Like most American kids, I read The Catcher in the Rye in high school. Even back then, not all that many years after its publication, it was assigned reading for an English class. But no one had to force me to read it. It was funny, profane, and irreverent. That’s usually a recipe for success in the adolescent world, and it worked for me as well.
J.D. Salinger, who wrote the book, and precious little else, died yesterday at the ripe old age of 91. For all intents and purposes, he quit writing in 1965. He lived the last four and a half decades of his life as a virtual recluse. Perhaps no other author’s work has been simultaneously so influential and pervasive – some 65 million copies of Catcher have been sold – and so skimpy. This was a man whose life’s work essentially rested on a book of 200 slender pages. Two pages per year, more or less. It’s nice work if you can get it. Or if you want to call it work.
Looking back on it, it’s hard to understand what all the fuss was about. Catcher is the most banned/censored work in America by a wide margin. To this day, every time it’s taught in school you can count on one or more parents making a stink about it. I taught it in a suburban Columbus high school in the early 1980s and, sure enough, a few parents were outraged. Didn’t I know there were cuss words in that book? Didn’t I know that it was filled with filth and immorality? It turns out I did know that, and I wanted to teach it anyway, even as a God-fearing Christian. Go figure. That’s because a) I figured that little Buffy and Skip were already familiar with cuss words and immorality, b) I honestly thought it was fairly wonderful literature, and c) I had already read Shakespeare, who basically covered the same territory. Zounds.

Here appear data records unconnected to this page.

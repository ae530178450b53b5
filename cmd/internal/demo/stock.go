package demo

import (
	"fmt"
	"math"
	"math/rand/v2"
)

type use uint8

const (
	detached use = iota
	semi
	terraced
	block
	school
	nursery
	hall
	church
	careHome
	sportsHall
	office
	shop
	workshop
	numUses
)

func (u use) house() bool   { return u <= terraced }
func (u use) housing() bool { return u <= block }

// public buildings belong to the bureau for schools and parishes.
func (u use) public() bool { return u >= school && u <= sportsHall }

// commercial buildings stand on a sheet of their own in the register.
func (u use) commercial() bool { return u >= office }

// useWeights is the make-up of the stock, in percent of the sites drawn.
var useWeights = [numUses]float64{9, 6, 6, 30, 4, 2.5, 2.5, 2.5, 2, 1.5, 5, 3, 2}

// asset is the truth about one building, which no department fully knows.
type asset struct {
	held held

	id, name         string
	street           string
	house            int
	town             *town
	quarter          string
	use              use
	attached         int // sides shared
	year             int
	yearWindows      int // 0: as built
	yearRoof         int
	yearWall         int
	floorAreaM2      float64
	storeyHeightM    float64
	storeys          int
	footprintM2      float64
	perimeterM       float64
	wallM2           float64
	windowM2         float64
	roofM2           float64
	attic            bool // heated, under a pitched roof
	flat             bool
	cellar           bool
	wall             construction
	wallU            float64
	roofU            float64
	floorU           float64
	windowU          float64
	glazing          glazing
	ventilation      ventilation
	recovery         float64
	n50              float64
	heating          heating
	carrier          carrier
	efficiency       float64
	dwellings        int
	occupants        int
	let              int
	listed           bool
	facadeStays      bool
	heatKWh          float64 // delivered in a mean year
	includesHotWater bool
}

func (a *asset) volumeM3() float64 { return a.floorAreaM2 * a.storeyHeightM }

func (a *asset) grossVolumeM3() float64 {
	if a.storeys <= 3 {
		return a.volumeM3() / 0.76
	}
	return a.volumeM3() / 0.80
}

// newStock draws the stock site by site: a row of like houses, an estate of like
// blocks, or a single building.
func newStock(opt Options) []asset {
	rng := rand.New(rand.NewPCG(uint64(opt.Seed), 0))
	stock := make([]asset, 0, opt.Buildings)
	next := make([]int, len(towns))
	weights := make([]float64, len(towns))
	for i := range towns {
		weights[i] = towns[i].weight
	}
	for len(stock) < opt.Buildings {
		t := weighted(rng, weights)
		u := use(weighted(rng, useWeights[:]))
		n := 1
		switch u {
		case detached:
			n = 1 + rng.IntN(8)
		case semi:
			n = 2 * (1 + rng.IntN(6))
		case terraced:
			n = 4 + rng.IntN(13)
		case block:
			n = 1 + rng.IntN(6)
		}
		site := newSite(rng, &towns[t], u)
		n = min(n, opt.Buildings-len(stock))
		first := 1 + rng.IntN(60)
		for i := range n {
			next[t]++
			a := site.building(rng, i, n)
			a.id = fmt.Sprintf("%s-%04d", towns[t].letter, next[t])
			a.house = first + i
			a.assign(rng)
			stock = append(stock, a)
		}
	}
	return stock
}

// site is what the buildings of one site have in common.
type site struct {
	asset
	areaM2 float64
	aspect float64
}

func newSite(rng *rand.Rand, t *town, u use) *site {
	s := &site{aspect: between(rng, 1.1, 2.4)}
	s.town, s.use, s.quarter, s.street = t, u, pick(rng, quarters), street(rng)
	e := weighted(rng, eraWeights[:])
	s.year = eraYears[e][0] + rng.IntN(eraYears[e][1]-eraYears[e][0]+1)
	old := s.year < 1946
	s.storeyHeightM = between(rng, 2.4, 2.6)
	if old {
		s.storeyHeightM = between(rng, 2.6, 3.2)
	}
	s.storeys = 2
	s.wall = drawWall(rng, s.year, u)
	switch u {
	case detached:
		s.areaM2, s.storeys = around(rng, 140, 0.25), 1+rng.IntN(2)
	case semi:
		s.areaM2 = around(rng, 108, 0.15)
	case terraced:
		s.areaM2 = around(rng, 90, 0.15)
	case block:
		s.storeys = 3 + rng.IntN(3)
		if s.year > 1960 && s.year < 1979 && rng.Float64() < 0.25 {
			s.storeys = 8 + rng.IntN(5)
		}
		s.areaM2 = float64(s.storeys) * float64(2+rng.IntN(6)) * between(rng, 62, 88)
		s.aspect = between(rng, 1.4, 4)
	case school:
		s.areaM2, s.storeys, s.storeyHeightM = around(rng, 3200, 0.5), 1+rng.IntN(3), between(rng, 3.0, 3.6)
		s.aspect = between(rng, 2, 4)
	case nursery:
		s.areaM2, s.storeys, s.storeyHeightM = around(rng, 620, 0.35), 1, between(rng, 2.7, 3.2)
	case hall:
		s.areaM2, s.storeys, s.storeyHeightM = around(rng, 750, 0.5), 1, between(rng, 4, 5.5)
	case church:
		s.areaM2, s.storeys, s.storeyHeightM = around(rng, 520, 0.4), 1, between(rng, 6.5, 10.5)
	case careHome:
		s.areaM2, s.storeys, s.storeyHeightM = around(rng, 2800, 0.4), 2+rng.IntN(3), between(rng, 2.6, 2.9)
	case sportsHall:
		s.areaM2, s.storeys, s.storeyHeightM = around(rng, 1100, 0.35), 1, between(rng, 6, 7.5)
	case office:
		s.areaM2, s.storeys, s.storeyHeightM = around(rng, 1800, 0.7), 2+rng.IntN(4), between(rng, 2.8, 3.3)
	case shop:
		s.areaM2, s.storeys, s.storeyHeightM = around(rng, 350, 0.6), 1+rng.IntN(2), between(rng, 3, 3.6)
	case workshop:
		s.areaM2, s.storeys, s.storeyHeightM = around(rng, 900, 0.6), 1, between(rng, 4, 5.5)
	}
	s.flat = s.use == block && s.year > 1957 && rng.Float64() < 0.6 ||
		s.use >= school && s.use != church && s.year > 1955 && rng.Float64() < 0.7
	s.attic = !s.flat && u.house() && rng.Float64() < 0.25
	s.cellar = rng.Float64() < 0.55 && u != sportsHall && u != workshop
	s.renew(rng)
	s.fabric(rng)
	s.air(rng)
	s.system(rng)
	s.listed = s.year < 1920 && rng.Float64() < 0.12 || u == church && s.year < 1946 && rng.Float64() < 0.6
	s.facadeStays = s.listed || s.year < 1920 && rng.Float64() < 0.25
	return s
}

// building is number i of n on the site.
func (s *site) building(rng *rand.Rand, i, n int) asset {
	a := s.asset
	switch s.use {
	case semi:
		a.attached = 1
	case terraced:
		a.attached = 2
		if i == 0 || i == n-1 {
			a.attached = 1
		}
	case block:
		if n > 2 && s.storeys < 7 {
			a.attached = min(1, i) + min(1, n-1-i)
		}
	}
	a.floorAreaM2 = math.Round(s.areaM2 * between(rng, 0.95, 1.05))
	a.size(s.aspect)
	a.windowM2 = math.Round(a.floorAreaM2*windowShare(s.use)*between(rng, 0.85, 1.15)*10) / 10
	a.windowM2 = min(a.windowM2, math.Round(a.wallM2*5)/10)
	a.n50 = math.Round(a.n50*math.Exp(0.12*rng.NormFloat64())*10) / 10
	switch {
	case s.use == block:
		a.dwellings = max(2, int(math.Round(a.floorAreaM2/72)))
	case s.use.house():
		a.dwellings = 1
	}
	if s.use.housing() {
		a.occupants = max(1, int(math.Round(float64(a.dwellings)*between(rng, 1.6, 2.6))))
		a.let = a.dwellings - int(float64(a.dwellings)*rng.Float64()*rng.Float64()*0.5)
	}
	a.name = a.title(rng)
	a.heat(rng)
	return a
}

// size works out areas from floor area, storeys and aspect ratio; houses share
// their long side, blocks their short one.
func (a *asset) size(aspect float64) {
	const walls = 1.15 // outside over inside plan area
	a.footprintM2 = math.Round(a.floorAreaM2 / float64(a.storeys) * walls)
	short := math.Sqrt(a.footprintM2 / aspect)
	long := aspect * short
	a.perimeterM = math.Round(2*(short+long)*10) / 10
	shared := long
	if !a.use.house() {
		shared = short
	}
	exposed := 2*(short+long) - float64(a.attached)*shared
	a.wallM2 = math.Round(exposed * float64(a.storeys) * (a.storeyHeightM + 0.3))
	a.roofM2 = a.footprintM2
	if a.attic {
		a.roofM2 = math.Round(a.footprintM2 / math.Cos(40*math.Pi/180))
	}
}

func windowShare(u use) float64 {
	switch u {
	case school, office, nursery:
		return 0.2
	case church:
		return 0.12
	case hall, sportsHall, workshop:
		return 0.13
	case shop:
		return 0.18
	}
	return 0.155
}

func (a *asset) title(rng *rand.Rand) string {
	name := a.street[:len(a.street)-len(kindOf(a.street))-1]
	switch a.use {
	case school:
		return name + pick(rng, []string{" Primary School", " Secondary School", " School"})
	case nursery:
		return name + " Nursery"
	case hall:
		return name + " Hall"
	case church:
		return "St " + pick(rng, saints) + ", " + a.town.name
	case careHome:
		return name + " House Care Home"
	case sportsHall:
		return name + " Sports Hall"
	case office:
		return name + " House Offices"
	case shop:
		return "Shop, " + a.street
	case workshop:
		return name + " Depot"
	case block:
		return name + " Court"
	}
	return ""
}

func kindOf(street string) string {
	for i := len(street) - 1; i > 0; i-- {
		if street[i] == ' ' {
			return street[i+1:]
		}
	}
	return ""
}

func between(rng *rand.Rand, low, high float64) float64 { return low + (high-low)*rng.Float64() }

// around draws a log-normal value, cut at two and a half deviations.
func around(rng *rand.Rand, median, sigma float64) float64 {
	return median * math.Exp(sigma*max(-2.5, min(2.5, rng.NormFloat64())))
}
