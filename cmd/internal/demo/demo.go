// Package demo writes the spreadsheets of an invented landlord, with the holes
// and the dirt that real ones have.
//
// Everything is invented: landlord, towns, streets, people. The same options
// make the same bytes. Behind the spreadsheets stands one hidden, physically
// consistent stock of buildings; each department knows a part of it, in its own
// language and layout, and of a date of its own.
package demo

import (
	"fmt"
	"math/rand/v2"
	"path/filepath"
)

// Landlord is the invented owner of the portfolio.
const Landlord = "Marrowfen Homes and Halls"

// Options says what portfolio to write.
type Options struct {
	Buildings int   // 0 is 2000
	Seed      int64 // another seed makes another portfolio
}

// Write writes the spreadsheets into dir, which must exist, and returns their
// paths in the order in which they should be loaded.
func Write(dir string, opt Options) ([]string, error) {
	if opt.Buildings == 0 {
		opt.Buildings = 2000
	}
	if opt.Buildings < 0 {
		return nil, fmt.Errorf("%d buildings: give at least 1", opt.Buildings)
	}
	stock := newStock(opt)
	var paths []string
	for i, d := range departments {
		// A stream of its own keeps a department's file the same whatever the
		// others do.
		rng := rand.New(rand.NewPCG(uint64(opt.Seed), uint64(i+1)))
		path := filepath.Join(dir, d.file)
		if err := d.write(path, stock, rng); err != nil {
			return nil, fmt.Errorf("write %s: %w", path, err)
		}
		paths = append(paths, path)
	}
	return paths, nil
}

// departments in the order in which their files should be loaded.
var departments = []struct {
	file  string
	write func(path string, stock []asset, rng *rand.Rand) error
}{
	{"technik-gebaeudeliste-2023-09-30.xlsx", writeTechnical},
	{"ecoles-eglises-2024-06-03.csv", writeBureau},
	{"estates-register-2025-01-15.xlsx", writeRegister},
	{"energy-controlling-2025-03-10.xlsx", writeEnergy},
	{"fonsterbyten-2025-04-22.csv", writeWindows},
	{"survey-results-2025-06-30.xlsx", writeSurvey},
}

// held says which departments hold a building's data.
type held struct {
	register, technical, bureau, energy, windows, survey bool
}

// maxFiles is how many files a building appears in at most.
const maxFiles = 3

// assign decides who holds data of a. Exactly one department is responsible,
// so that every building is known with its size to somebody.
func (a *asset) assign(rng *rand.Rand) {
	h := &a.held
	switch {
	case a.use.public():
		h.bureau = true
	case a.town.technical:
		h.technical = true
	default:
		h.register = true
		h.technical = rng.Float64() < 0.18
	}
	n := 1
	if h.register && h.technical {
		n = 2
	}
	more := func(share float64, flag *bool) {
		if rng.Float64() < share && n < maxFiles {
			*flag = true
			n++
		}
	}
	more(0.05, &h.survey)
	metered := 0.3
	if a.floorAreaM2 > 400 {
		metered = 0.75
	}
	more(metered, &h.energy)
	if a.yearWindows >= 2005 {
		more(0.6, &h.windows)
	}
}
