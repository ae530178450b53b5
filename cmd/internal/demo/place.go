package demo

import "math/rand/v2"

// town is an invented place. Its letter begins the ids of its buildings.
type town struct {
	letter    string
	name      string
	weight    float64 // share of the stock
	district  float64 // share of buildings with district heating
	technical bool    // kept by the technical department alone
	postcode  string
}

var towns = []town{
	{"A", "Brelkstow", 30, 0.45, false, "Q1"},
	{"B", "Quorvhaven", 18, 0.25, false, "Q2"},
	{"C", "Thwallmere", 12, 0, false, "Q3"},
	{"D", "Okkendby", 11, 0.3, true, "Q4"},
	{"E", "Yarvenford", 10, 0, true, "Q5"},
	{"F", "Zemmerholt", 9, 0.1, true, "Q6"},
	{"G", "Feskalby", 6, 0, false, "Q7"},
	{"H", "Drunnelow", 4, 0, true, "Q8"},
}

var quarters = []string{"North", "South", "Harbour", "Hill", "Mill", "Old Town"}

// German names of the quarters, as the technical department has them.
var quartersGerman = map[string]string{
	"North": "Nord", "South": "Süd", "Harbour": "Hafen", "Hill": "Berg", "Mill": "Mühle", "Old Town": "Altstadt",
}

var (
	streetFirst  = []string{"Tilv", "Morv", "Quen", "Sard", "Vask", "Ebbr", "Ulv", "Jorl", "Plenn", "Wemm", "Kestr", "Rydd"}
	streetSecond = []string{"a", "orra", "im", "esk", "unn", "osta", "ack", "ilt"}
	streetKind   = []string{"Street", "Lane", "Row", "Road", "Close", "Way", "Rise", "Yard"}

	saints = []string{"Orvina", "Taskel", "Wemmo", "Ildrun", "Quorran", "Pelvin"}
)

func street(rng *rand.Rand) string {
	return pick(rng, streetFirst) + pick(rng, streetSecond) + " " + pick(rng, streetKind)
}

func pick[T any](rng *rand.Rand, of []T) T { return of[rng.IntN(len(of))] }

// weighted draws an index in proportion to its weight.
func weighted(rng *rand.Rand, weights []float64) int {
	sum := 0.0
	for _, w := range weights {
		sum += w
	}
	x := rng.Float64() * sum
	for i, w := range weights {
		if x -= w; x < 0 {
			return i
		}
	}
	return len(weights) - 1
}
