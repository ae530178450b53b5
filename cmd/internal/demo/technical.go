package demo

import (
	"fmt"
	"math/rand/v2"
)

var germanUse = [numUses]string{"Einfamilienhaus", "Doppelhaushälfte", "Reihenhaus", "Mehrfamilienhaus", "Schule", "Kita",
	"Bürgerhaus", "Kirche", "Pflegeheim", "Sporthalle", "Bürogebäude", "Laden", "Werkstatt"}

var germanWall = []string{"Vollziegel", "Bruchstein", "zweischaliges Mauerwerk", "zweischalig mit Kerndämmung", "Plattenbau", "Hochlochziegel", "Holzständerbau"}

var germanVentilation = []string{"Fensterlüftung", "Schachtlüftung", "Abluftanlage", "bedarfsgeführte Abluft", "Zu- und Abluft", "Zu- und Abluft mit WRG", "unbekannt"}

var germanHeating = []string{"Niedertemperaturkessel", "Brennwertkessel", "Fernwärme", "Wärmepumpe", "Nachtspeicher", "Einzelöfen"}

var germanCarrier = []string{"Erdgas", "Heizöl", "Fernwärme", "Strom", "Pellets"}

// fans reports whether the building has fans with a designed airflow.
func (a *asset) fans() bool { return a.ventilation >= extract && a.ventilation <= recovery }

var technicalColumns = []column{
	{"Objekt-Nr.", "", 11, 0, func(a *asset, _ *rand.Rand) any { return a.id }},
	{"Straße", "", 20, 0, func(a *asset, _ *rand.Rand) any { return a.street }},
	{"Hausnr.", "", 9, 0, func(a *asset, _ *rand.Rand) any { return a.house }},
	{"Ort", "", 13, 0, func(a *asset, _ *rand.Rand) any { return a.town.name }},
	{"Gebäudeart", "", 19, 0.02, func(a *asset, _ *rand.Rand) any { return germanUse[a.use] }},
	{"Bauweise", "", 18, 0.15, func(a *asset, _ *rand.Rand) any {
		return []string{"freistehend", "einseitig angebaut", "beidseitig angebaut"}[a.attached]
	}},
	{"Baujahr", "", 12, 0.04, func(a *asset, rng *rand.Rand) any {
		switch x := rng.Float64(); {
		case a.year < 1900 && x < 0.6:
			return "vor 1900"
		case x < 0.05:
			return fmt.Sprintf("ca. %d", (a.year+2)/5*5)
		}
		return a.year
	}},
	{"Vollgeschosse", "", 12, 0.05, func(a *asset, _ *rand.Rand) any { return a.storeys }},
	{"Bruttorauminhalt (m³)", "", 15, 0.12, func(a *asset, rng *rand.Rand) any {
		return comma(measured(rng, a.grossVolumeM3(), 0.03, 1), 1)
	}},
	{"beheizte Wohn-/Nutzfläche (m²)", "", 15, 0.06, func(a *asset, rng *rand.Rand) any {
		return comma(measured(rng, a.floorAreaM2, 0.015, 2), 2)
	}},
	{"Fensterfläche (m²)", "", 12, 0.5, func(a *asset, rng *rand.Rand) any { return comma(measured(rng, a.windowM2, 0.04, 1), 1) }},
	{"Außenwand", "", 26, 0.25, func(a *asset, _ *rand.Rand) any { return germanWall[a.wall] }},
	{"Dachform", "", 20, 0.3, func(a *asset, _ *rand.Rand) any {
		return choose(a.flat, "Flachdach", choose(a.attic, "ausgebautes Dach", "Kaltdach"))
	}},
	{"Keller", "", 18, 0.3, func(a *asset, _ *rand.Rand) any { return choose(a.cellar, "unbeheizter Keller", "nicht unterkellert") }},
	{"Fenster erneuert", "", 10, 0.3, func(a *asset, _ *rand.Rand) any { return year(a.yearWindows) }},
	{"Dach erneuert", "", 10, 0.3, func(a *asset, _ *rand.Rand) any { return year(a.yearRoof) }},
	{"Fassade saniert", "", 10, 0.2, func(a *asset, _ *rand.Rand) any { return year(a.yearWall) }},
	{"Lüftung", "", 24, 0.12, func(a *asset, _ *rand.Rand) any { return germanVentilation[a.ventilation] }},
	{"Abluftvolumenstrom (m³/h)", "", 14, 0.4, func(a *asset, _ *rand.Rand) any { return choose[any](a.fans(), a.airflowM3h(), nil) }},
	{"Wärmerückgewinnungsgrad (%)", "", 15, 0.3, func(a *asset, _ *rand.Rand) any {
		return choose[any](a.ventilation == recovery, round(a.recovery*100, 0), nil)
	}},
	{"Windexposition", "", 12, 0.5, func(a *asset, _ *rand.Rand) any {
		switch a.quarter {
		case "Hill", "Harbour":
			return "exponiert"
		case "Old Town":
			return "geschützt"
		}
		return "normale Lage"
	}},
	{"Wärmeerzeuger", "", 20, 0.05, func(a *asset, _ *rand.Rand) any { return germanHeating[a.heating] }},
	{"Energieträger", "", 12, 0.08, func(a *asset, _ *rand.Rand) any { return germanCarrier[a.carrier] }},
	{"Nutzungsgrad (%)", "", 11, 0.6, func(a *asset, rng *rand.Rand) any {
		return choose[any](a.heating <= condensing, measured(rng, a.efficiency*100, 0.03, 0), nil)
	}},
	{"Wohneinheiten", "", 11, 0.05, func(a *asset, _ *rand.Rand) any { return year(a.dwellings) }},
	{"Denkmalschutz", "", 11, 0.2, func(a *asset, _ *rand.Rand) any { return choose(a.listed, "ja", "nein") }},
	{"Bemerkung", "", 24, 0.9, func(a *asset, _ *rand.Rand) any {
		return choose(a.cellar, "Keller feucht", "Zugang über Hof")
	}},
}

// writeTechnical writes the technical department's list, one sheet per quarter,
// in German and with its numbers as text.
func writeTechnical(path string, stock []asset, rng *rand.Rand) error {
	b, err := newBook()
	if err != nil {
		return err
	}
	for _, q := range quarters {
		assets := choosing(stock, func(a *asset) bool { return a.held.technical && a.quarter == q })
		l := newList(technicalColumns, assets, rng)
		l.spoil(rng, "beheizte Wohn-/Nutzfläche (m²)", 8, func(v any) any { return "ca. " + v.(string) })
		l.spoil(rng, "beheizte Wohn-/Nutzfläche (m²)", 8, func(v any) any { return v.(string) + " m²" })
		l.spoil(rng, "Bruttorauminhalt (m³)", 10, always("k. A."))
		l.spoil(rng, "Bruttorauminhalt (m³)", 6, always("siehe Plan"))
		l.spoil(rng, "Lüftung", 5, always("Anlage 7b"))
		l.spoil(rng, "Vollgeschosse", 5, always("EG+1"))
		l.spoil(rng, "Baujahr", 4, always(3019))
		page := page{name: "Bezirk " + quartersGerman[q], list: l, bold: 1,
			above: [][]any{{"Technische Abteilung - Gebäudeliste Bezirk " + quartersGerman[q]}, {"Stand: 30.09.2023"}, nil, l.heads()}}
		if err := b.add(page); err != nil {
			return err
		}
	}
	err = b.add(page{name: "Hinweise", above: [][]any{{"Hinweise"},
		{"Bruttorauminhalt nach Bauakte, Flächen nach Mietvertrag."}, {"Leere Felder: bitte bei der Hausverwaltung nachfragen."}}})
	if err != nil {
		return err
	}
	return b.save(path, "Technische Abteilung", "2023-09-30")
}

But more than that, I appreciated the way Salinger told the truth, and told it in a fresh way that would resonate with anyone old enough to have experienced profound disappointment. Cynical? Yeah, you bet. But sometimes there are good reasons to be cynical. I heard a rumor of Salinger’s death shortly before last night’s State of the Union speech. Then I watched the speech, and listened to the political pundits on two very different networks arguing about the merits of the speech, each driven by their own agendas. Phonies. Holden Caulfield was right. Who wants to grow up to inherit this world?
Salinger captured the heartsickness at the root of the loss of innocence. He was a profoundly sad writer and, by all accounts, a profoundly sad man. But he got the heartsickness exactly right. He captured a life at a crucial turning point – on one side the childhood Disneyland fantasy of “if you can dream it you can do it,” and on the other side the hollow, dispiriting vision of how the adult world really works. You don’t have to be an adolescent to appreciate that conundrum. Sometimes you just have to watch TV on a Wednesday night.
3 comments:
Great summation of the lasting value of Catcher. But Salinger's other published works, scant though they may be, are also great: the 9 Stories collection, and the Glass family novellas (Franny & Zooey, Carpenters/Seymour). Rumor has it that Salinger continued writing prodigiously after he stopped publishing and that there is a trove of novels and stories archived in his hermit cabin. Maybe we'll start to see some of those published now.
Yes, thanks scooob. It was probably misleading to suggest that Catcher was Salinger's only work. I know it's not. It's just that 9 Stories, Franny & Zooey, Raise High the Roofbeam, Carpenters, etc. are so far overshadowed by Catcher in terms of its popularity/notoriety.
I too hope that Salinger kept writing in that hermit cabin. We'll find out.